An anti-regime protest in Tehran in June 2018. Image: @BabakTagvaee, Twitter.

Iran has raised the specter of a US-Saudi effort to destabilize the country by exploiting economic grievances against the backdrop of circumstantial evidence that Washington and Riyadh are stirring unrest among the Islamic Republic’s ethnic minorities.

Tehran is accusing the US and Saudi Arabia of being behind the ongoing protests being conducted by Iranians against the regime. Iran recently witnessed minority Azeri and Iranian Arabs protesting in soccer stadiums, while the country’s Revolutionary Guards Corps reportedly clashed with Iraq-based Iranian Kurdish insurgents.

State-run television warned in a prime time broadcast that foreign agents could turn legitimate protests stemming from domestic anger at the government’s mismanagement of the economy and corruption into “incendiary calls for regime change” by inciting violence that would provoke a crackdown by security forces and give the US fodder to tackle Iran.

“The ordinary protesting worker would be hapless in the face of such schemes, uncertain how to stop his protest from spiraling into something bigger, more radical, that he wasn’t calling for,” the broadcast said, according to journalist Azadeh Moaveni, who live-tweeted quotes.

The warning aligned with the Trump administration’s strategy to escalate the protests that have been continuing for months, and generate the kind of domestic tension that would pressure Iran by squeezing it economically with the imposition of harsh sanctions.

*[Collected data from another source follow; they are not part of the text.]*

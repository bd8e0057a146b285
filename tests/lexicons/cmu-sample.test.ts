// Real-data run of the shipped grammars over a fixed sample of the CMU Pronouncing Dictionary
// (npm `cmu-pronouncing-dictionary`, ISC): what each rule promises must hold on every sampled word.

import { beforeAll, describe, expect, test } from "vitest";
import { isSegment, isSyllableEdge, isWordEdge, type Sym } from "../../src/interp/index.js";
import { arpabetToIpa, cmuEntries, derive, ipaOf, variety, type Variety } from "./harness.js";

/** Every 100th entry (1,352 words; the dictionary uses only the 39 phonemes of arpabet.csv). */
const SAMPLE = cmuEntries().filter((_, i) => i % 100 === 0);

interface Checked {
  readonly word: string;
  /** How many primary stresses (ARPAbet digit 1) the dictionary entry has. */
  readonly primaries: number;
  readonly outputs: readonly Sym[][];
  readonly lints: number;
}

function runSample(v: Variety): Checked[] {
  return SAMPLE.map(([word, arpa]) => {
    const run = derive(v, arpabetToIpa(arpa)).run;
    return { word, primaries: (arpa.split("#")[0]!.match(/1/g) ?? []).length, outputs: run.outputs, lints: run.lints.length };
  });
}

/** Feature test on a symbol: is it a segment whose feature `f` has value `v`? */
const has = (v: Variety, s: Sym | undefined, f: string, val: "+" | "-"): boolean =>
  s !== undefined && isSegment(s) && s.bundle[v.inventory.featureIndex.get(f)!] === val;

/** The symbols with the syllable boundaries left out (positions inside one word). */
const segmentsOnly = (w: readonly Sym[]): Sym[] => w.filter((s) => !isSyllableEdge(s));

describe("the casual grammar on a CMU sample", () => {
  const v = variety("grammar.strata");
  let results: Checked[] = [];
  beforeAll(() => {
    results = runSample(v);
  });

  test("every output is writable in IPA (no '?')", () => {
    const bad = results.flatMap((r) => r.outputs.map((o) => ipaOf(v, o)).filter((t) => t.includes("?")).map((t) => `${r.word} ${t}`));
    expect(bad).toEqual([]);
  });

  test("fewer than 2% of the words need a syllabification fallback (measured: about 0.6% of all CMU words)", () => {
    // The onset and coda lists come from Kahn 1976, Giegerich 1992, Hammond 1999 (from memory); the
    // words they do not cover are mostly foreign names in the CMU dictionary ("csaszar", "fahrenkopf").
    const linted = results.filter((r) => r.lints > 0).length;
    expect(linted / results.length).toBeLessThan(0.02);
  });

  test("no aspirated stop right after s (Ladefoged & Johnson ch. 3, from memory)", () => {
    const bad: string[] = [];
    let seen = 0;
    for (const r of results)
      for (const o of r.outputs) {
        o.forEach((s, i) => {
          if (has(v, s, "spread_glottis", "+") && has(v, s, "continuant", "-")) seen++;
          if (has(v, s, "spread_glottis", "+") && has(v, s, "continuant", "-") && has(v, o[i - 1], "strident", "+") && has(v, o[i - 1], "continuant", "+")) bad.push(`${r.word} ${ipaOf(v, o)}`);
        });
      }
    expect(seen).toBeGreaterThan(300);
    expect(bad).toEqual([]);
  });

  test("a flap is always followed by an unstressed nucleus (Kahn 1976, from memory)", () => {
    const bad: string[] = [];
    let seen = 0;
    for (const r of results)
      for (const o of r.outputs) {
        const w = segmentsOnly(o);
        w.forEach((s, i) => {
          if (!has(v, s, "tap", "+")) return;
          seen++;
          const next = w[i + 1];
          if (!has(v, next, "syllabic", "+") || !has(v, next, "stress", "-")) bad.push(`${r.word} ${ipaOf(v, o)}`);
        });
      }
    expect(seen).toBeGreaterThan(50);
    expect(bad).toEqual([]);
  });

  test("clear l only in onsets, dark ɫ only in codas or as a nucleus (Giegerich 1992 ch. 9, from memory)", () => {
    const bad: string[] = [];
    let dark = 0;
    for (const r of results)
      for (const o of r.outputs)
        o.forEach((s, i) => {
          if (!has(v, s, "lateral", "+")) return;
          if (has(v, s, "dorsal", "+")) dark++;
          const next = o[i + 1];
          const nextIsNucleus = has(v, next, "syllabic", "+");
          const isDark = has(v, s, "dorsal", "+");
          // clear l must be followed by the nucleus of its own syllable (nothing between: an onset l is last in its onset)
          if (!isDark && !nextIsNucleus) bad.push(`${r.word}: clear l in a coda: ${ipaOf(v, o)}`);
          // dark ɫ that is not itself syllabic never stands right before a nucleus of its own syllable
          if (isDark && has(v, s, "syllabic", "-") && nextIsNucleus) bad.push(`${r.word}: dark l in an onset: ${ipaOf(v, o)}`);
        });
    expect(dark).toBeGreaterThan(50);
    expect(bad).toEqual([]);
  });

  test("a nasalised vowel is always followed by a nasal consonant of its syllable, or by a nasal flap (Ladefoged & Johnson ch. 4, from memory)", () => {
    const bad: string[] = [];
    let seen = 0;
    for (const r of results)
      for (const o of r.outputs)
        o.forEach((s, i) => {
          if (has(v, s, "syllabic", "+") && has(v, s, "consonantal", "-") && has(v, s, "nasal", "+")) {
            seen++;
            const next = o[i + 1];
            const after = o[i + 2];
            // the nasal flap of "winter" ˈwɪ̃.ɾ̃ɚ starts the next syllable (lexicons/en-us/nasal-flap.strata)
            const nasalFlapNext = next !== undefined && isSyllableEdge(next) && has(v, after, "nasal", "+") && has(v, after, "tap", "+");
            if (!(has(v, next, "nasal", "+") && has(v, next, "syllabic", "-")) && !nasalFlapNext) bad.push(`${r.word} ${ipaOf(v, o)}`);
          }
        });
    expect(seen).toBeGreaterThan(300);
    expect(bad).toEqual([]);
  });

  test("no rule adds or loses a primary stress (as many as the dictionary entry marks)", () => {
    const bad = results.filter((r) => r.outputs.some((o) => o.filter((s) => has(v, s, "primary", "+")).length !== r.primaries)).map((r) => r.word);
    expect(bad).toEqual([]);
  });

  test("word edges are kept: each output starts and ends with #", () => {
    const bad = results.filter((r) => r.outputs.some((o) => !isWordEdge(o[0]!) || !isWordEdge(o[o.length - 1]!))).map((r) => r.word);
    expect(bad).toEqual([]);
  });
});

describe("the careful grammar on the same sample", () => {
  const v = variety("careful.strata");
  let results: Checked[] = [];
  beforeAll(() => {
    results = runSample(v);
  });

  test("has no flap and no glottal stop anywhere (they live only in reductions.strata)", () => {
    const bad: string[] = [];
    for (const r of results)
      for (const o of r.outputs) {
        const t = ipaOf(v, o);
        if (t.includes("ɾ") || t.includes("ʔ")) bad.push(`${r.word} ${t}`);
      }
    expect(bad).toEqual([]);
  });
});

US officials, including Donald Trump’s national security advisor John Bolton, a long-time proponent of Iranian regime change, have shied away from declaring that they are seeking a change of government, but have indicated that they hope sanctions will fuel economic discontent.

The Trump administration, after withdrawing from the 2015 international agreement that curbed Iran’s nuclear program, has targeted Iranian access to US dollars, trade in gold and other precious metals, and the sale to Iran of auto parts, commercial passenger aircraft, and related parts and services. A second round of sanctions in November is scheduled to restrict oil and petrochemical products.

“The pressure on the Iranian economy is significant. … We continue to see demonstrations and riots in cities and towns all around Iran showing the dissatisfaction the people feel because of the strained economy,” Bolton said as the first round of sanctions took effect.

Bolton insisted that US policy was to put “unprecedented pressure” on Iran to change its “behavior,” not change the regime. But the kind of policy changes the Trump administration is demanding, including an end to the Iranian ballistic program and support for regional proxies, by implication would have to involve regime change.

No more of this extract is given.